Protagoniste assolute dell’inverno al via, le novità.
A Gressoney-Saint-Jean il baby snow park Sonne è fresco di rinnovo e pronto ad accogliere i piccoli sciatori con aree gioco più ampie, un nuovo tapis roulant per prolungare il divertimento delle discese su sci, slittini e gommoni, e una serie di percorsi con gonfiabili a tema Walser per celebrare le tradizioni della valle. Poco più in alto, a Gressoney-La-Trinité, vede la luce la nuova pista di slittino Murmeltier, progetto ambizioso che ruota attorno a 550 metri di discesa serviti dalla seggiovia Moos, illuminazione notturna, innevamento garantito e la possibilità di scivolare anche sotto le stelle, ogni mercoledì e sabato sera.
Da questa stagione, poi, entra pienamente in funzione la tecnologia bluetooth low energy, che consente di usare lo skipass digitale dallo smartphone, senza passare dalla biglietteria. Basta tenerlo in tasca per accedere agli impianti, riducendo così plastica e attese e promuovendo una montagna più smart e sostenibile, dove la tecnologia è al servizio dell’esperienza.
Sul fronte di costi e promozioni, fioccano agevolazioni e formule pensate per andare incontro a tutte le tasche e per far fronte alle imprevedibili condizioni meteorologiche. A partire da sci gratuito per bambini sotto gli otto anni, a sconti del 30 e del 20 per cento rispettivamente per i ragazzi tra gli 8 e i 16 anni e i giovani tra i 16 e i 24 anni , per arrivare a voucher multiuso per i rimborsi skipass in caso di chiusura degli impianti . «Siamo più che soddisfatti di poter ribadire la solidità di una destinazione che sta affrontando le sfide di questi anni con lungimiranza. Su tutte, l’imprevedibilità delle condizioni meteo che ci condiziona in modo determinante e ci spinge a migliorare le performance delle infrastrutture e delle modalità di rimborso, come nel caso dei voucher», dice Giorgio Munari, amministratore delegato di Monterosa Spa.

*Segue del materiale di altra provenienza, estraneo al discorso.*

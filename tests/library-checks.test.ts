/**
 * What a library caller gets for wrong calls: UsageErrors naming the problem (not TypeErrors from
 * deep inside, not a quietly wrong link), KB handles closed when opening fails, and exported
 * defaults that one caller cannot change for the others.
 */
import { existsSync, readdirSync, readlinkSync, writeFileSync } from "node:fs";
import Database from "better-sqlite3";
import { afterAll, beforeAll, describe, expect, it } from "vitest";
import { DEFAULT_CANDIDATE_OPTIONS } from "../src/candidates/generate.js";
import { decide } from "../src/decide/decide.js";
import { DEFAULT_DOCUMENT_EVIDENCE } from "../src/document/evidence.js";
import { agree } from "../src/commands/agree.js";
import { evaluate } from "../src/commands/evaluate.js";
import { link } from "../src/commands/link.js";
import { tune } from "../src/commands/tune.js";
import { buildKb } from "../src/kb/build.js";
import { type Kb, openKb } from "../src/kb/kb.js";
import { createLinker, type Linker, type LinkerOptions } from "../src/link/linker.js";
import { DEFAULT_WEIGHTS } from "../src/score/combine.js";
import { readConfig } from "../src/tune/config.js";
import type { Mention, Weights } from "../src/types.js";
import { InputError, OutputError, UsageError } from "../src/util/errors.js";
import { buildGazetteKb, jsonl, tempDir, writeText } from "./helpers/gazette.js";

let t: ReturnType<typeof tempDir>;
let kb: Kb;
let linker: Linker;
let table: string;

beforeAll(async () => {
  t = tempDir("hawser-library-checks-");
  const built = await buildGazetteKb(t.dir);
  table = built.table;
  kb = openKb(built.kb);
  linker = createLinker(kb);
});
afterAll(() => {
  kb.close();
  t.cleanup();
});

/** This process's open file descriptors that point at `file`. */
function handlesOn(file: string): number {
  let n = 0;
  for (const fd of readdirSync("/proc/self/fd")) {
    try {
      if (readlinkSync(`/proc/self/fd/${fd}`) === file) n++;
    } catch {
      // closed between the listing and the look
    }
  }
  return n;
}

describe("openKb", () => {
  it("closes the file before refusing one that is not a KB", () => {
    const plain = t.file("plain.sqlite");
    const db = new Database(plain);
    db.exec("CREATE TABLE notes (x TEXT)");
    db.close();
    const empty = writeFileSync(t.file("empty.kb"), "") ?? t.file("empty.kb");
    for (const file of [plain, empty]) {
      for (let i = 0; i < 5; i++) expect(() => openKb(file)).toThrow(InputError);
      // Without the close, each failed open kept a handle until the garbage collector ran.
      expect(handlesOn(file), file).toBe(0);
    }
  });

  it("refuses a path that is not a string as a usage error", () => {
    expect(() => openKb(undefined as unknown as string)).toThrow(UsageError);
    expect(() => openKb("")).toThrow(UsageError);
  });

  it("answers lookups on a closed KB with a usage error", () => {
    const again = openKb(kb.info.file);
    again.close();
    expect(() => again.eidOf("P01")).toThrow(/KB .* is closed/);
    expect(() => [...again.entityRowsOfClass("person")]).toThrow(UsageError);
    expect(() => kb.entity(0)).toThrow(UsageError);
  });
});

describe("createLinker", () => {
  it("needs a KB", () => {
    expect(() => createLinker(null as unknown as Kb)).toThrow(UsageError);
    expect(() => createLinker({} as Kb)).toThrow(/needs a KB from openKb/);
  });

  const refused: Array<[string, LinkerOptions]> = [
    [
      "a weight that is not a number",
      { weights: { bias: 0, features: { context: "x" } } as unknown as Weights },
    ],
    ["weights missing features", { weights: { bias: -10, features: {} } as unknown as Weights }],
    [
      "an unknown feature",
      {
        weights: {
          ...DEFAULT_WEIGHTS,
          features: { ...DEFAULT_WEIGHTS.features, contxt: 3 },
        } as unknown as Weights,
      },
    ],
    ["an infinite bias", { weights: { ...DEFAULT_WEIGHTS, bias: Number.NEGATIVE_INFINITY } }],
    ["too many fuzzy edits", { candidates: { fuzzyMaxEdits: 9 } }],
    ["negative fuzzy edits", { candidates: { fuzzyMaxEdits: -3 } }],
    [
      "an unknown candidate setting",
      { candidates: { ftsLimt: 10 } as unknown as LinkerOptions["candidates"] },
    ],
    [
      "an unknown path inside candidates",
      { candidates: { paths: new Set(["exakt"]) } as unknown as LinkerOptions["candidates"] },
    ],
    ["an unknown document step", { document: { bogus: true } as unknown as LinkerOptions["document"] }],
    [
      "a document step that is not true or false",
      { document: { sameText: 1 } as unknown as LinkerOptions["document"] },
    ],
    ["document output as a path", { paths: ["document"] as unknown as LinkerOptions["paths"] }],
    ["blockMinCompat out of range", { blockMinCompat: 2 }],
    ["a threshold that is not a number", { threshold: Number.NaN }],
  ];
  for (const [what, options] of refused)
    it(`refuses ${what}`, () => {
      expect(() => createLinker(kb, options)).toThrow(UsageError);
    });

  it("accepts the defaults spelled out", () => {
    const spelled = createLinker(kb, {
      weights: DEFAULT_WEIGHTS,
      candidates: { ...DEFAULT_CANDIDATE_OPTIONS },
      document: { ...DEFAULT_DOCUMENT_EVIDENCE },
    });
    expect(spelled.link({ id: "a", text: "Stenmoor", type: "LOC" })).toEqual(
      linker.link({ id: "a", text: "Stenmoor", type: "LOC" }),
    );
  });
});

describe("exported defaults", () => {
  it("cannot be changed by one caller for every linker after", () => {
    const before = linker.link({ id: "a", text: "Aldous", type: "PER", context: "harbour master" });
    // A shallow copy shares the features object: editing it must fail, not change the defaults.
    const copy = { ...DEFAULT_WEIGHTS };
    expect(() => {
      copy.features.context = -50;
    }).toThrow(TypeError);
    expect(() => {
      (DEFAULT_CANDIDATE_OPTIONS as { maxCandidates: number }).maxCandidates = 1;
    }).toThrow(TypeError);
    expect(() => {
      DEFAULT_DOCUMENT_EVIDENCE.sameText = false;
    }).toThrow(TypeError);
    expect(() => (DEFAULT_CANDIDATE_OPTIONS.paths as Set<string>).delete("fuzzy")).toThrow(TypeError);
    expect(DEFAULT_CANDIDATE_OPTIONS.paths.has("fuzzy")).toBe(true);
    expect(
      createLinker(kb).link({ id: "a", text: "Aldous", type: "PER", context: "harbour master" }),
    ).toEqual(before);
  });
});

describe("decide", () => {
  it("never links a score or margin that is not a number", () => {
    expect(decide([Number.NaN], 0.5, 0.5).outcome).toBe("below-threshold");
    expect(decide([Number.NaN, 0.9], 0.5, 0.5).outcome).not.toBe("link");
    expect(decide([0.9], 0.5, 0.5).outcome).toBe("link");
  });
});

describe("mentions from code", () => {
  const bad: Array<[string, unknown]> = [
    ["no id", { text: "Stenmoor" }],
    ["an empty id", { id: "", text: "Stenmoor" }],
    ["a number as id", { id: 7, text: "Stenmoor" }],
    ["a start that is not a number", { id: "a", text: "Stenmoor", start: "x", end: 8 }],
    ["an end before the start", { id: "a", text: "Stenmoor", start: 10, end: 2 }],
    ["a start without an end", { id: "a", text: "Stenmoor", start: 3 }],
  ];
  for (const [what, mention] of bad)
    it(`refuses ${what}`, () => {
      expect(() => linker.link(mention as Mention)).toThrow(UsageError);
    });

  it("accepts offsets in order", () => {
    expect(linker.link({ id: "a", text: "Stenmoor", start: 0, end: 8 }).mention).toBe("a");
  });

  it("refuses what is not a list of mentions", async () => {
    for (const notList of [null, {}, 5]) {
      const rows = linker.linkAll(notList as unknown as Mention[]);
      await expect(rows.next()).rejects.toThrow(UsageError);
    }
    expect(() => linker.linkDocument("abc" as unknown as Mention[])).toThrow(UsageError);
  });
});

describe("library commands", () => {
  it("print nothing unless asked, and return their warnings", async () => {
    const gold = writeText(
      t.file("gold.jsonl"),
      jsonl([
        { id: "g1", text: "Stenmoor", type: "LOC", gold: "L01" },
        { id: "g2", text: "Jonas Aldous", type: "WEIRDLABEL", gold: "NOT-IN-KB" },
      ]),
    );
    const written: string[] = [];
    const write = process.stderr.write.bind(process.stderr);
    process.stderr.write = ((chunk: string | Uint8Array) => {
      written.push(String(chunk));
      return true;
    }) as typeof process.stderr.write;
    let report: Awaited<ReturnType<typeof evaluate>>;
    let summary: Awaited<ReturnType<typeof link>>;
    try {
      report = await evaluate({ kb: kb.info.file, gold });
      summary = await link({ kb: kb.info.file, mentions: gold, out: t.file("links.jsonl") });
    } finally {
      process.stderr.write = write;
    }
    expect(written).toEqual([]);
    expect(report.warnings.join("\n")).toContain("1 of 2 gold ids are not in the KB");
    expect(summary.warnings.join("\n")).toContain("WEIRDLABEL");
    // Asked, they tell as they go.
    const told: string[] = [];
    await evaluate({ kb: kb.info.file, gold, warn: (m) => told.push(m) });
    expect(told.join("\n")).toContain("not in the KB");
  });

  it("report an output that cannot be written as an OutputError", async () => {
    const mentions = writeText(t.file("m.jsonl"), jsonl([{ id: "a", text: "Stenmoor" }]));
    // /proc and /sys take no new files, whoever runs the test (root included).
    await expect(link({ kb: kb.info.file, mentions, out: "/proc/hawser-links.jsonl" })).rejects.toThrow(
      OutputError,
    );
    await expect(buildKb({ table, out: "/sys/hawser.kb" })).rejects.toThrow(OutputError);
  });
});

describe("wrong arguments of every kind", () => {
  it("refuses misspelt, mistyped and misplaced linker options", () => {
    const refused: unknown[] = [
      { treshold: 0.9 },
      [],
      { labels: {} },
      { labels: "labels.json" },
      { paths: ["exact"], candidates: { paths: 42 } },
    ];
    for (const options of refused)
      expect(() => createLinker(kb, options as LinkerOptions), JSON.stringify(options)).toThrow(UsageError);
    // NaN is shown as NaN, not as JSON's null.
    expect(() => createLinker(kb, { threshold: Number.NaN })).toThrow(/got NaN/);
    // An explicit undefined means the default, inside `candidates` as outside.
    expect(() => createLinker(kb, { candidates: { ftsLimit: undefined } })).not.toThrow();
  });

  it("refuses a null among the mentions of linkAll", async () => {
    await expect(linker.linkAll([null as unknown as Mention]).next()).rejects.toThrow(UsageError);
  });

  it("takes a tuned config whole, and refuses one tuned on another KB", async () => {
    const gold = writeText(
      t.file("tune-gold.jsonl"),
      jsonl(
        Array.from({ length: 40 }, (_, i) => {
          // Look-alikes (Stenmoor beside Stenmouth, the two Aldouses) and a NIL: links and non-links to learn from.
          const [text, gold] = (
            [
              ["Stenmoor", "L02"],
              ["Stenmouth", "L01"],
              ["Josiah Aldous", "P01"],
              ["Jonas Aldous", "P02"],
              ["Quentin Fairweather", null],
            ] as const
          )[i % 5]!;
          return { id: `g${i}`, text, gold };
        }),
      ),
    );
    const out = t.file("tuned.json");
    await tune({ kb: kb.info.file, gold, out, folds: 2 });
    const config = readConfig(out);
    expect(createLinker(kb, config as unknown as LinkerOptions).config.threshold).toBe(config.threshold);
    const elsewhere = { ...config, kb: { ...config.kb, fingerprint: "another" } };
    expect(() => createLinker(kb, elsewhere as unknown as LinkerOptions)).toThrow(/tuned on another KB/);
  });

  it("refuses paths that are not file names and values of the wrong type in the commands", async () => {
    const gold = writeText(t.file("g.jsonl"), jsonl([{ id: "a", text: "Stenmoor", gold: "L02" }]));
    const mentions = writeText(t.file("m2.jsonl"), jsonl([{ id: "a", text: "Stenmoor" }]));
    const file = kb.info.file;
    const calls: Array<[string, () => Promise<unknown>]> = [
      ["evaluate without gold", () => evaluate({ kb: file } as never)],
      [
        "evaluate with a number as config (read as a file descriptor)",
        () => evaluate({ kb: file, gold, config: 5 } as never),
      ],
      ["link with 0 as labels (standard input)", () => link({ kb: file, mentions, labels: 0 } as never)],
      ["evaluate with k 0", () => evaluate({ kb: file, gold, k: 0 })],
      ["evaluate with top as a string", () => evaluate({ kb: file, gold, top: "2" } as never)],
      ["tune without out", () => tune({ kb: file, gold } as never)],
      [
        "tune with minPrecision as a string",
        () => tune({ kb: file, gold, out: t.file("x.json"), minPrecision: "0.99" } as never),
      ],
      ["agree without b", () => agree({ a: gold } as never)],
      ["link to an object that is no stream", () => link({ kb: file, mentions, stdout: {} } as never)],
      ["link with a warn that is no function", () => link({ kb: file, mentions, warn: 5 } as never)],
      [
        "buildKb with labels as a string",
        () => buildKb({ table, out: t.file("x.kb"), labels: "x" } as never),
      ],
      ["buildKb with progressEvery 0", () => buildKb({ table, out: t.file("x.kb"), progressEvery: 0 })],
      [
        "a tag column that is no number",
        () => link({ kb: file, mentions: t.file("x.conll"), tagColumn: "x" } as never),
      ],
      [
        "both windows",
        () => link({ kb: file, mentions, documents: mentions, window: { chars: 5, sentences: 1 } } as never),
      ],
    ];
    for (const [what, call] of calls) await expect(call(), what).rejects.toThrow(UsageError);
    expect(existsSync(t.file("x.json"))).toBe(false);
  });

  it("warns when predicted rows list fewer candidates than recall is asked at", async () => {
    const gold = writeText(
      t.file("span-gold.jsonl"),
      jsonl([{ id: "a", text: "Stenmoor", start: 0, end: 8, doc: "d", gold: "L01" }]),
    );
    const predicted = writeText(
      t.file("span-pred.jsonl"),
      jsonl([
        {
          mention: "a",
          text: "Stenmoor",
          start: 0,
          end: 8,
          doc: "d",
          entity: "L01",
          candidates: [{ entity: "L01" }],
        },
      ]),
    );
    const report = await evaluate({ kb: kb.info.file, gold, predicted, k: 5 });
    expect(report.warnings.join("\n")).toContain(
      'rows list at most 1 candidates, so candidate recall "at 5"',
    );
  });
});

Introdotti con successo l’inverno scorso, i voucher permettono ai titolari di skipass giornalieri o plurigiornalieri, in caso di chiusure parziali o totali del comprensorio, di avere crediti spendibili in acquisti non solo di nuovi skipass e biglietti per impianti, ma anche in attività e shopping presso partner d’eccellenza, che vanno dal Forte di Bard alle Terme di Champoluc, fino all’avveniristica Skyway Monte Bianco, passando per ristoranti di charme e botteghe artigiane.
Altra grande novità della stagione, questa volta dal respiro internazionale, l’ingresso di Monterosa Ski nel circuito Ikon pass, piattaforma americana che raccoglie oltre 60 destinazioni sciistiche nel mondo.
«Non si tratta solo di un’inclusione simbolica», commenta Munari, «ma di entrare concretamente nei radar di sciatori di Stati Uniti, Canada, Giappone o Australia che, già abituati a muoversi tra mete sciistiche di fama mondiale, avranno ora la possibilità di scoprire anche il nostro comprensorio». Comprensorio che ha tanto da offrire.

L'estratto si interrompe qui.